No. 4 September 2001

From the Director
In order to develop ongoing programs, the Sophia Center has named Fellows who will have planning responsibilities in each of the areas of interest in which projects are organized.

We introduce three of the Fellows in this issue of Conversations and a fourth will be named later in the Fall.
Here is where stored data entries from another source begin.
import { useState } from 'react';
import { DeskLayout } from '../../components/desk/DeskLayout';
import { FormulaHelp } from '../../components/desk/formula/FormulaHelp';
import { draftFromSaved, useFormulaLibrary } from '../../components/desk/formula/formulaLibrary';
import { FormulaWorkbench } from '../../components/desk/formula/FormulaWorkbench';
import type { FormulaDraft } from '../../components/desk/formula/reviewFormula';

const STARTER: FormulaDraft = {
  name: 'Three-term invariant',
  energy: 'C10 (I1 - 3) + C01 (I2 - 3) + C11 (I1 - 3) (I2 - 3)',
  constants: [
    { name: 'C10', value: '0.16' },
    { name: 'C01', value: '0.02' },
    { name: 'C11', value: '0.0005' },
  ],
};

/** Custom strain-energy functions: write, check, preview and keep them for fitting. */
export default function FormulaModelsPage() {
  const { formulas, save, remove } = useFormulaLibrary();
  const [editing, setEditing] = useState<{ key: number; draft: FormulaDraft }>({
    key: 0,
    draft: STARTER,
  });
  const openDraft = (draft: FormulaDraft) => setEditing(({ key }) => ({ key: key + 1, draft }));

  return (
    <DeskLayout title="Formula models">
      <div className="desk-row desk-row--between">
        <h1>Formula models</h1>
        <button type="button" onClick={() => openDraft({ name: '', energy: '', constants: [] })}>
          Start an empty formula
        </button>
      </div>
      <FormulaHelp />
      <FormulaWorkbench key={editing.key} initial={editing.draft} onSave={save} />
      <h2>My formulas</h2>
      {formulas.length === 0 ? (
        <p className="desk-muted">
          Formulas you keep appear here and in the list of models to fit on every compound.
        </p>
      ) : (
        <table className="desk-table" aria-label="My formulas">
          <thead>
            <tr>
              <th scope="col">name</th>
              <th scope="col">W(I1, I2)</th>
              <th scope="col">constants</th>
              <th scope="col" />
            </tr>
          </thead>
          <tbody>
            {formulas.map((formula) => (
              <tr key={formula.name}>
                <td>{formula.name}</td>
                <td className="desk-code">{formula.energy}</td>
                <td>{Object.keys(formula.constants).join(', ')}</td>
                <td>
                  <div className="desk-actions">
                    <button type="button" onClick={() => openDraft(draftFromSaved(formula))}>
                      Edit
                    </button>
                    <button type="button" onClick={() => remove(formula.name)}>
                      Delete
                    </button>
                  </div>
                </td>
              </tr>
            ))}
          </tbody>
        </table>
      )}
    </DeskLayout>
  );
}
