import { createHash } from 'node:crypto';
import { mkdir, rename, writeFile } from 'node:fs/promises';
import { join } from 'node:path';
import {
  Inject,
  Injectable,
  NotFoundException,
  UnsupportedMediaTypeException,
} from '@nestjs/common';
import { InjectRepository } from '@nestjs/typeorm';
import { Repository } from 'typeorm';
import { AuditService } from '../audit/audit.service.js';
import { CONFIG, type Config } from '../config.js';
import { Transactions } from '../database/transactions.js';
import { badInput } from '../common/validation.js';
import { Photo } from './entities/photo.entity.js';
import { imageType } from './image-type.js';

export const MAX_PHOTO_BYTES = 10 * 1024 * 1024;

@Injectable()
export class PhotosService {
  constructor(
    @Inject(CONFIG) private readonly config: Config,
    private readonly transactions: Transactions,
    private readonly audit: AuditService,
    @InjectRepository(Photo) private readonly photos: Repository<Photo>,
  ) {}

  /** Where a photo lives: named only by its hash, two-level to keep folders small. */
  file(sha256: string): string {
    return join(this.config.dataDir, 'photos', sha256.slice(0, 2), sha256);
  }

  /** Stores the bytes under their hash; storing the same photo again changes nothing. */
  async store(
    actorId: string,
    sha256: string,
    bytes: Buffer | undefined,
  ): Promise<{ photo: Photo; created: boolean }> {
    if (!bytes || bytes.length === 0) {
      throw badInput([
        { field: 'file', messages: ['file must be a multipart field holding the photo'] },
      ]);
    }
    const mime = imageType(bytes);
    if (!mime) throw new UnsupportedMediaTypeException('file must be a JPEG, PNG or WebP image');
    const actual = createHash('sha256').update(bytes).digest('hex');
    if (actual !== sha256) {
      throw badInput([
        { field: 'sha256', messages: [`sha256 does not match the file (it is ${actual})`] },
      ]);
    }
    const known = await this.photos.findOneBy({ sha256 });
    if (known) return { photo: known, created: false };
    const path = this.file(sha256);
    await mkdir(join(path, '..'), { recursive: true });
    // Written aside, then renamed into place: a crash never leaves half a photo under its hash.
    await writeFile(`${path}.part`, bytes);
    await rename(`${path}.part`, path);
    const photo: Photo = {
      sha256,
      mime,
      bytes: bytes.length,
      uploadedBy: actorId,
      createdAt: new Date(),
    };
    // Checked again inside the writers' queue: two uploads of one photo may race to here.
    const created = await this.transactions.run(async (manager) => {
      if (await manager.findOneBy(Photo, { sha256 })) return false;
      await manager.insert(Photo, photo);
      await this.audit.record(manager, actorId, 'photo.upload', 'photo', sha256, null, photo);
      return true;
    });
    return { photo, created };
  }

  async find(sha256: string): Promise<Photo> {
    const photo = await this.photos.findOneBy({ sha256 });
    if (!photo) throw new NotFoundException(`No photo ${sha256}`);
    return photo;
  }
}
If you wish to contact one of the Fellows, you can do so through the Center website: www.sophiacenter.net.

Fellow for Projects in Creative Writing, Visual Arts and Film:

Ralph Nazareth, Ph.D.
Nassau Community College

Fellow for Projects in Science and Religion:

Eric Drier, Ph.D.
Cold Spring Harbor Laboratory

Fellow for Projects in Spiritual Traditions:

Mary Fritz, C.S.J.
Bethany House of Prayer
Bay Shore, New York

Biographies of Fellows ....

Contact information:

email: SophiaRVC@aol.com
mail: Sophia Center
PO Box 525
Huntington, NY 11743
phone: 631-425-6114
The Sophia Center invites you to a reading by Alicia Suskin Ostriker on Sunday, October 21, 1 pm at the Huntington Jewish Center, 510 Park Avenue, Huntington, New York.

Alicia Suskin Ostriker, a major American poet and critic, is the author of nine volumes of poetry, including The Imagery Lover, which won the 1986 William Carlos Williams Award from the Poetry Society of America, and The Crack in Everything (1996), which was a National Book Award finalist and won both the Paterson Poetry Prize and the San Francisco State Poetry Center Award. Her most recent book, The Little Space: Poems Selected and New, 1968-1998, was also a National Book Award finalist and a finalist for the Lenore Marshall Award of the Academy of American Poets.

Ostriker’s critical works include Stealing the Language: the Emergence of Women’s Poetry in America (1986), Feminist Revision and the Bible (1992), and The Nakedness of the Fathers: Biblical Visions and Revisions (1994). Ostriker has received awards from the National Endowment for the Arts, the New Jersey Arts Council, the Rockefeller Foundation, and the Guggenheim Foundation; and has performed her poetry at many universities and festivals in this country and abroad – in England, Italy, Japan and Israel. She lives in Princeton, NJ and teaches English and Creative Writing at Rutgers University.